1.3 Subject to the satisfaction of each of the conditions set forth in Article IV and Article V hereof (to the extent not waived in accordance therewith), the closing of the Exchange (the “Closing”) shall take place remotely immediately prior to the closing of a firm-commitment underwritten public offering of the Company’s Voting Common Stock pursuant to the Company’s Registration Statement on Form S-1 (file number 333-253329) (the “IPO”) (the date on which such Closing occurs is hereinafter referred to as the “Closing Date”).
Article II: Covenants, Representations and Warranties of Each Investor
Each Investor, severally and not jointly, hereby covenants as follows, and makes the following representations and warranties, each of which is and shall be true and correct on the date hereof and at the Closing, to the Company and all such covenants, representations and warranties shall survive the Closing.
2.1. Power and Authorization. The Investor is duly organized, validly existing and in good standing, and has the power, authority and capacity to execute and deliver this Agreement, to perform its obligations hereunder, and to consummate the Exchange contemplated hereby.
2.2. Valid and Enforceable Agreement; No Violations. This Agreement has been duly executed and delivered by the Investor and constitutes a legal, valid and binding obligation of the Investor, enforceable against the Investor in accordance with its terms, except that such enforcement may be subject to (a) bankruptcy, insolvency, fraudulent transfer, reorganization, moratorium or other similar laws affecting or relating to enforcement of creditors’ rights generally, and (b) general principles of equity, whether such enforceability is considered in a proceeding at law or in equity (the “Enforceability Exceptions”). This Agreement and the consummation of the Exchange will not materially violate, conflict with or result in a breach of or default under (i) the Investor’s organizational documents, (ii) any agreement or instrument to which the Investor is a party or by which the Investor or any of its assets are bound, or (iii) any laws, regulations or governmental or judicial decrees, injunctions or orders applicable to the Investor.
2.3. Title to Preferred Exchange Stock. The Investor is the sole legal and beneficial owner of the Preferred Exchange Stock set forth opposite such Investor’s name on Exhibit A hereto. The Investor has good and valid title to its Preferred Exchange Stock, free and clear of any Liens, other than restrictions on transfer under applicable securities. The Investor has not, in whole or in part, except as described in the preceding sentence, (a) assigned, transferred, hypothecated, pledged, exchanged, syndicated, endorsed or otherwise disposed of any of its Preferred Exchange Stock or any of its rights in any of its Preferred Exchange Stock, or (b) given any person or entity any transfer order, power of attorney, endorsement or other authority of any nature whatsoever with respect to its Preferred Exchange Stock. Upon the Investor’s delivery of its Preferred Exchange Stock to the Company pursuant to the Exchange, the Preferred Exchange Stock shall be free and clear of all Liens created by the Investor, other than restrictions on transfer under applicable securities laws.

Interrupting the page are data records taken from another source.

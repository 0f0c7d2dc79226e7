/** Small vector files for the tests of the reader. */
import { buildCurveSet, buildFile, table } from './image-builder.js';

/** Two curves of 16-bit voltages and signed 16-bit currents, with two peaks and one. */
export const twoCurves = {
  curves: [
    {
      voltage: [20, 100, 180, 240, 300],
      current: [900, 890, 500, 490, -3],
      peaks: [1, 3],
      globalPeak: 1,
    },
    { voltage: [20, 110, 310], current: [450, 440, 0], peaks: [1], globalPeak: 0 },
  ],
  voltage: { storage: 2, signed: false },
  current: { storage: 2, signed: true },
} as const;

export const smallCurveSet = (): Uint8Array =>
  buildCurveSet(twoCurves.curves, twoCurves.voltage, twoCurves.current);

/** Times in 32 bits, irradiances of two groups in 16 bits, a signed temperature in 8 bits. */
export const timelineRows = [
  [0, 10_000, 9_000, -128, 0xffff_ffff],
  [1_000, 0, 65_535, 127, 0],
  [4_000_000_000, 1, 2, -1, 0x8000_0000],
] as const;

export function smallTimeline(): Uint8Array {
  const { channels, section } = table('SAMP', timelineRows, [
    { quantity: 1, storage: 4, signed: false, step: 0.001, name: 'time' },
    { quantity: 2, group: 0, storage: 2, signed: false, step: 0.1, name: 'irradiance' },
    { quantity: 2, group: 1, storage: 2, signed: false, step: 0.1, name: 'irradiance_1' },
    {
      ...{ quantity: 3, storage: 1, signed: true, width: 7, rounding: 3, overflow: 1 },
      ...{ step: 0.5, origin: -40, name: 'fifteen_letters' },
    },
    { quantity: 6, storage: 4, signed: true, step: 2 ** -20, name: 'power' },
  ]);
  return buildFile(2, channels, [section]);
}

2.4. No Reliance. The Investor is not relying, and has not relied, upon any statement, advice (whether accounting, tax, financial, legal or other), representation or warranty made by the Company or any of its affiliates or representatives, except for the representations and warranties made by the Company in this Agreement.
2.5. Tax Consequences of the Exchange. The Investor understands that the tax consequences of the Exchange will depend in part on its own tax circumstances. The Investor acknowledges that it must consult its own tax adviser about the federal, foreign, state and local tax consequences peculiar to its circumstances.